■ **WORK TASK**: Transcribe the data below verbatim from the line with "const page = startAt" to the line with "task.view.status = 'failed';". Include both of those lines.

Collected data:
▬▬▬
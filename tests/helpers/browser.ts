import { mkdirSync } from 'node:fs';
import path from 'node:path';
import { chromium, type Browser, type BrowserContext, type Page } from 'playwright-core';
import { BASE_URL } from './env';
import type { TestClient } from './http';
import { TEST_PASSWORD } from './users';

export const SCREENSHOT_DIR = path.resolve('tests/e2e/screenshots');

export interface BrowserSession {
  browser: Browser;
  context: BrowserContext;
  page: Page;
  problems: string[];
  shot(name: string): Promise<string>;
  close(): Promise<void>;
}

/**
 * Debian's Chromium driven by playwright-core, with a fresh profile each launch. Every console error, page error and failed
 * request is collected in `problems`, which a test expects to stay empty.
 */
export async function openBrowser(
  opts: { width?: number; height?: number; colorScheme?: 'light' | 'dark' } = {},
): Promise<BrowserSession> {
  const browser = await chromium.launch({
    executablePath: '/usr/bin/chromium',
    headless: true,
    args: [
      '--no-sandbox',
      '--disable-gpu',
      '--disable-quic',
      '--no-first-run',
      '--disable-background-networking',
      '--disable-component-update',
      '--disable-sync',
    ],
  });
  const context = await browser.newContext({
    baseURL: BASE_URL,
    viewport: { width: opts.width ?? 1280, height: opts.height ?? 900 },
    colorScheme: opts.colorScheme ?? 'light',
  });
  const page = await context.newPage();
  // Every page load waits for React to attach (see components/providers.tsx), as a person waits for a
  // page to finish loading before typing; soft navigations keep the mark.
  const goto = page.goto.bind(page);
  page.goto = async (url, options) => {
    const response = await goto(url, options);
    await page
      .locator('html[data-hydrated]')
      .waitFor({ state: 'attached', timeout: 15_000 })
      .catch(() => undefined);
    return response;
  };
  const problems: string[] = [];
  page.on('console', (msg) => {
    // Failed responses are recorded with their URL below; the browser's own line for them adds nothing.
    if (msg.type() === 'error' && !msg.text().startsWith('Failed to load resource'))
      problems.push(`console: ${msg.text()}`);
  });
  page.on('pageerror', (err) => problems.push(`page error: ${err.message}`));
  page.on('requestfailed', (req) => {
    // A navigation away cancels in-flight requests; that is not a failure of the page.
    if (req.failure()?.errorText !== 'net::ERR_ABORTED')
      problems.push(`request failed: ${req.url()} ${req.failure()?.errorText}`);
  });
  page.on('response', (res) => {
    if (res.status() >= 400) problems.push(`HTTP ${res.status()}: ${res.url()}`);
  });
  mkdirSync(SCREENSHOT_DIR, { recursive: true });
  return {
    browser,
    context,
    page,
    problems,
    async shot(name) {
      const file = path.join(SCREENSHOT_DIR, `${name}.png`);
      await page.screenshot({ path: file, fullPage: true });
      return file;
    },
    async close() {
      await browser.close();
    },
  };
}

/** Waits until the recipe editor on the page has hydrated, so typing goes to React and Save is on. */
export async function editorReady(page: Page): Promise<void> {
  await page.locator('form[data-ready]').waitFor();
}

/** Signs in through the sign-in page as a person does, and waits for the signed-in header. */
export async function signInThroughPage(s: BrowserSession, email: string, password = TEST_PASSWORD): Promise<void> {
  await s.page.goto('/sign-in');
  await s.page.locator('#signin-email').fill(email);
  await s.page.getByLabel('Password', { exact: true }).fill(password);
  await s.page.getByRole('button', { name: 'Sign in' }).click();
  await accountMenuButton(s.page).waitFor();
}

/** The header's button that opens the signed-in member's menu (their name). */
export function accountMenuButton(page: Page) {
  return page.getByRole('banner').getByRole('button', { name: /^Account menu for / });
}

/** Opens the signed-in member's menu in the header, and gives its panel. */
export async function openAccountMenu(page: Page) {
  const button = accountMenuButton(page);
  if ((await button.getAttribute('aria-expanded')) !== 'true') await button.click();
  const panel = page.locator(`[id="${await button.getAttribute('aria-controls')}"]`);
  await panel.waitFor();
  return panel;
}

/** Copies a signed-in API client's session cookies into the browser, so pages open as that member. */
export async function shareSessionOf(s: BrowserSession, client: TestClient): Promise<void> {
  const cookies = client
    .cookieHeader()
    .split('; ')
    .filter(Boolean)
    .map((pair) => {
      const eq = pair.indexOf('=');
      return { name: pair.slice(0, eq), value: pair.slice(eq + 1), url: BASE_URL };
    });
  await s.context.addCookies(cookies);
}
▬▬▬
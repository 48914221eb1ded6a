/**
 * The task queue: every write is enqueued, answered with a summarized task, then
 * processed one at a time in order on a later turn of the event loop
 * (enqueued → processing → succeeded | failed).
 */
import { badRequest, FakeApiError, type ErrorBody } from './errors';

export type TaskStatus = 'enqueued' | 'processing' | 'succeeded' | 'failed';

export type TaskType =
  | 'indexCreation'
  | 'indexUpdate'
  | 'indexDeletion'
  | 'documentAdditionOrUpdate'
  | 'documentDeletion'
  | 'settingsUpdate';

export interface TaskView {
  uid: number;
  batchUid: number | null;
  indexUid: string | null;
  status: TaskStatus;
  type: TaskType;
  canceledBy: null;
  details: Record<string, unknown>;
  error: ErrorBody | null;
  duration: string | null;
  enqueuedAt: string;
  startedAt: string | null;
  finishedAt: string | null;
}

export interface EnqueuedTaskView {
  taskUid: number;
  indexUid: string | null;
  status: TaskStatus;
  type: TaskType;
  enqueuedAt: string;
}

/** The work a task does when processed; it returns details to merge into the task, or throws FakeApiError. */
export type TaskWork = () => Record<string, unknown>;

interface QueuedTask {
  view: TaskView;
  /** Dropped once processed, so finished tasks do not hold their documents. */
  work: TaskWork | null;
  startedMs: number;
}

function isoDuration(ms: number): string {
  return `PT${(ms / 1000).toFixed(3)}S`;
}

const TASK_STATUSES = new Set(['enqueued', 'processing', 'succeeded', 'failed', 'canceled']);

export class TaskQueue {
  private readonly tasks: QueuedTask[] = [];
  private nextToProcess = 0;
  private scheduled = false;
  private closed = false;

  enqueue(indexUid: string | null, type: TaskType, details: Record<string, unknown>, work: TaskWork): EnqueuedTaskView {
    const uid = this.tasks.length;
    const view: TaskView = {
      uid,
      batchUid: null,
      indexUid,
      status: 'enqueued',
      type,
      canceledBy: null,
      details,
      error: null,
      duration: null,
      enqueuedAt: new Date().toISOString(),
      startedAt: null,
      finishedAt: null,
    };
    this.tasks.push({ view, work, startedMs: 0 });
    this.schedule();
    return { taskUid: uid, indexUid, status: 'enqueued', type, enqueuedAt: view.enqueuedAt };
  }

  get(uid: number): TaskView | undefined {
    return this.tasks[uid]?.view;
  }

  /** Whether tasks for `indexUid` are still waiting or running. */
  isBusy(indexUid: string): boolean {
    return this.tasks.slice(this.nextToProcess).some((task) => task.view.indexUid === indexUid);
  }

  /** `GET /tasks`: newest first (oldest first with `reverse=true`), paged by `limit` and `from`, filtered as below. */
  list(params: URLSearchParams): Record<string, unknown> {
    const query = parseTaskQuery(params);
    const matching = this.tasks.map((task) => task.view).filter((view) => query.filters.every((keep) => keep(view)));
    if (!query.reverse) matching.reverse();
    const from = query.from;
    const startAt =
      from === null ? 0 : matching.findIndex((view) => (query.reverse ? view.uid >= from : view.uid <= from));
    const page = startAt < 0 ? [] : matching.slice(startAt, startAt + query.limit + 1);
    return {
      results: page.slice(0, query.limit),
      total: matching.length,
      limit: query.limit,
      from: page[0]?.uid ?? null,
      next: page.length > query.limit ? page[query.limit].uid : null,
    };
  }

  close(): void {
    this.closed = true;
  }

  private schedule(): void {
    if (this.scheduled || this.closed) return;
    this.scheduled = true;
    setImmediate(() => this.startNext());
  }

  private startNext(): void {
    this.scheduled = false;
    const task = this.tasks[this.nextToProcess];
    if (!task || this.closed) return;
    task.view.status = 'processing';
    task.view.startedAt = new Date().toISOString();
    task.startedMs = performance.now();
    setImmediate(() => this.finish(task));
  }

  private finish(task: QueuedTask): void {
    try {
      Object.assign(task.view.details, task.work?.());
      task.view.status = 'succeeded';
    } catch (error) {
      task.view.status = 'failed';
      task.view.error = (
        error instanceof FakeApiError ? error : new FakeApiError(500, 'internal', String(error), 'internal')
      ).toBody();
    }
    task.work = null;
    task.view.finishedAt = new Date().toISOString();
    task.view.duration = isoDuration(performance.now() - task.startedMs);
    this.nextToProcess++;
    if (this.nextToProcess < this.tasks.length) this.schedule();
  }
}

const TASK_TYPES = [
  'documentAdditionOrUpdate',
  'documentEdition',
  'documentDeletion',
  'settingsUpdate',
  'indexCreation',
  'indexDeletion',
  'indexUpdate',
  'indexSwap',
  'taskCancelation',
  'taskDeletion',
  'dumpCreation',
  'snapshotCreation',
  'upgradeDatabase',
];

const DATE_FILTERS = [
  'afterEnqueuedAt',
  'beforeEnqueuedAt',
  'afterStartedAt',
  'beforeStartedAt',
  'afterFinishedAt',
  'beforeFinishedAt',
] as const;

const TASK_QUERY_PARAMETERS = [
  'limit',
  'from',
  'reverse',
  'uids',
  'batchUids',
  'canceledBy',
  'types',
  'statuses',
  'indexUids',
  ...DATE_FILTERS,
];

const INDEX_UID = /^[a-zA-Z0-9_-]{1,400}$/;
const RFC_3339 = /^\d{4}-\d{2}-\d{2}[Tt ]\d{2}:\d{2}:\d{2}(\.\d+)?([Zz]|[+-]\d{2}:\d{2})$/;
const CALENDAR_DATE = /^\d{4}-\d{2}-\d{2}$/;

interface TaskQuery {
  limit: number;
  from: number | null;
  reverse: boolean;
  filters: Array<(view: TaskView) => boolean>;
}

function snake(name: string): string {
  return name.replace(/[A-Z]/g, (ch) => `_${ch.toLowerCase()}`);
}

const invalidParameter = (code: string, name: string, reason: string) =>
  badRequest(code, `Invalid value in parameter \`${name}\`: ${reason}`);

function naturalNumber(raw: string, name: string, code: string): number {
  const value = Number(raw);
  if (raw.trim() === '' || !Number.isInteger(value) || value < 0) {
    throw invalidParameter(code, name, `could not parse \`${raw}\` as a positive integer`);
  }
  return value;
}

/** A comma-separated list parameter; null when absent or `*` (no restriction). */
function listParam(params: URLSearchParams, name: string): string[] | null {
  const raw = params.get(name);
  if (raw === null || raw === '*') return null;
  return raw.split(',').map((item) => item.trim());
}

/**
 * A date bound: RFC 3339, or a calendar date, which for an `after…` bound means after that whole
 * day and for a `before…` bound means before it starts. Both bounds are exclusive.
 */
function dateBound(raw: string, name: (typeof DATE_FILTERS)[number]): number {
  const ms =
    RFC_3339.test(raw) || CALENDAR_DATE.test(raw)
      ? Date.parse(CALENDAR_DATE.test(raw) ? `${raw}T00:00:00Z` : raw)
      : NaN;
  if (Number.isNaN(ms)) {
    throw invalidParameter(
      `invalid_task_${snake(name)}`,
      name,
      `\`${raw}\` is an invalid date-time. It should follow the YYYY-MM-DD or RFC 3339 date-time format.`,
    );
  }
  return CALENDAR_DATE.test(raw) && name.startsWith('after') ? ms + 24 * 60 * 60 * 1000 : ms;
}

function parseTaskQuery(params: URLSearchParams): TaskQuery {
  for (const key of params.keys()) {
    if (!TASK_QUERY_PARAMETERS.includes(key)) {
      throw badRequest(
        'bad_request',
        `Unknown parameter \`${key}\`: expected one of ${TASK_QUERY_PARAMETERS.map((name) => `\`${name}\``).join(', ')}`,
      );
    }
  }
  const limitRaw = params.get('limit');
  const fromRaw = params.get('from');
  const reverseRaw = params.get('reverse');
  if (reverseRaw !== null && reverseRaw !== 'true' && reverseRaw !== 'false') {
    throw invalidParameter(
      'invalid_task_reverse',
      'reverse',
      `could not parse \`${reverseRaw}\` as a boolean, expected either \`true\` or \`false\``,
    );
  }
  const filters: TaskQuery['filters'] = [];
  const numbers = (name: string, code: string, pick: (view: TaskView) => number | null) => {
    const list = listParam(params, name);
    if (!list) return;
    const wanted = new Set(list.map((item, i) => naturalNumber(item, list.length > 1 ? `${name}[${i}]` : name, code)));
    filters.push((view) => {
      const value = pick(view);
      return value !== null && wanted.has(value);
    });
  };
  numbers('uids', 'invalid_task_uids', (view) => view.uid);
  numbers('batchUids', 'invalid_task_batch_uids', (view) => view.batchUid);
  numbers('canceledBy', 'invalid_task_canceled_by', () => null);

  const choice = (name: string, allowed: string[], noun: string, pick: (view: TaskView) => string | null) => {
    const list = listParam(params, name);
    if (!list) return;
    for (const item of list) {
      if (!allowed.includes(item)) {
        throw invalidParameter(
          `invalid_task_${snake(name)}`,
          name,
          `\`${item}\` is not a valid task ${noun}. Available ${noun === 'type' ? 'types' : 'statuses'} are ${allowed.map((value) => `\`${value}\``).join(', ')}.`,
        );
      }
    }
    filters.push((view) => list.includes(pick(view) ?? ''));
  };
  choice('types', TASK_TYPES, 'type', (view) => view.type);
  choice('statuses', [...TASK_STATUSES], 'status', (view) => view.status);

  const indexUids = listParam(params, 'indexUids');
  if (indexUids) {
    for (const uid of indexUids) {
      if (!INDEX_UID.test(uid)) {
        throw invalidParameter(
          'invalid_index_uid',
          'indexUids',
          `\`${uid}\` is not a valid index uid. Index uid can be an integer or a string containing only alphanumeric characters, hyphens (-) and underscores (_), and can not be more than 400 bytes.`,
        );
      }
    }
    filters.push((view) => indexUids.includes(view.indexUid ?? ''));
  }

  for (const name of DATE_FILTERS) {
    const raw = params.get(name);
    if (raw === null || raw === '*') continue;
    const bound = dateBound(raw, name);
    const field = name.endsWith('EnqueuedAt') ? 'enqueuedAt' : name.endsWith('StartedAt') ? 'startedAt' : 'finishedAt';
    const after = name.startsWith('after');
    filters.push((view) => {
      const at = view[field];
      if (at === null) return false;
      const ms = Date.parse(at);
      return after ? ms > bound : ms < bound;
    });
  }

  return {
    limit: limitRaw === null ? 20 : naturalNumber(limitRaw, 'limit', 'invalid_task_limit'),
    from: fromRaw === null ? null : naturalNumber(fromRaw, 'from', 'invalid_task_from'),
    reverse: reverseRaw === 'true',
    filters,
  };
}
▬▬▬
■ **PROBLEM SOLUTION**:
    const page = startAt < 0 ? [] : matching.slice(startAt, startAt + query.limit + 1);
    return {
      results: page.slice(0, query.limit),
      total: matching.length,
      limit: query.limit,
      from: page[0]?.uid ?? null,
      next: page.length > query.limit ? page[query.limit].uid : null,
    };
  }

  close(): void {
    this.closed = true;
  }

  private schedule(): void {
    if (this.scheduled || this.closed) return;
    this.scheduled = true;
    setImmediate(() => this.startNext());
  }

  private startNext(): void {
    this.scheduled = false;
    const task = this.tasks[this.nextToProcess];
    if (!task || this.closed) return;
    task.view.status = 'processing';
    task.view.startedAt = new Date().toISOString();
    task.startedMs = performance.now();
    setImmediate(() => this.finish(task));
  }

  private finish(task: QueuedTask): void {
    try {
      Object.assign(task.view.details, task.work?.());
      task.view.status = 'succeeded';
    } catch (error) {
      task.view.status = 'failed';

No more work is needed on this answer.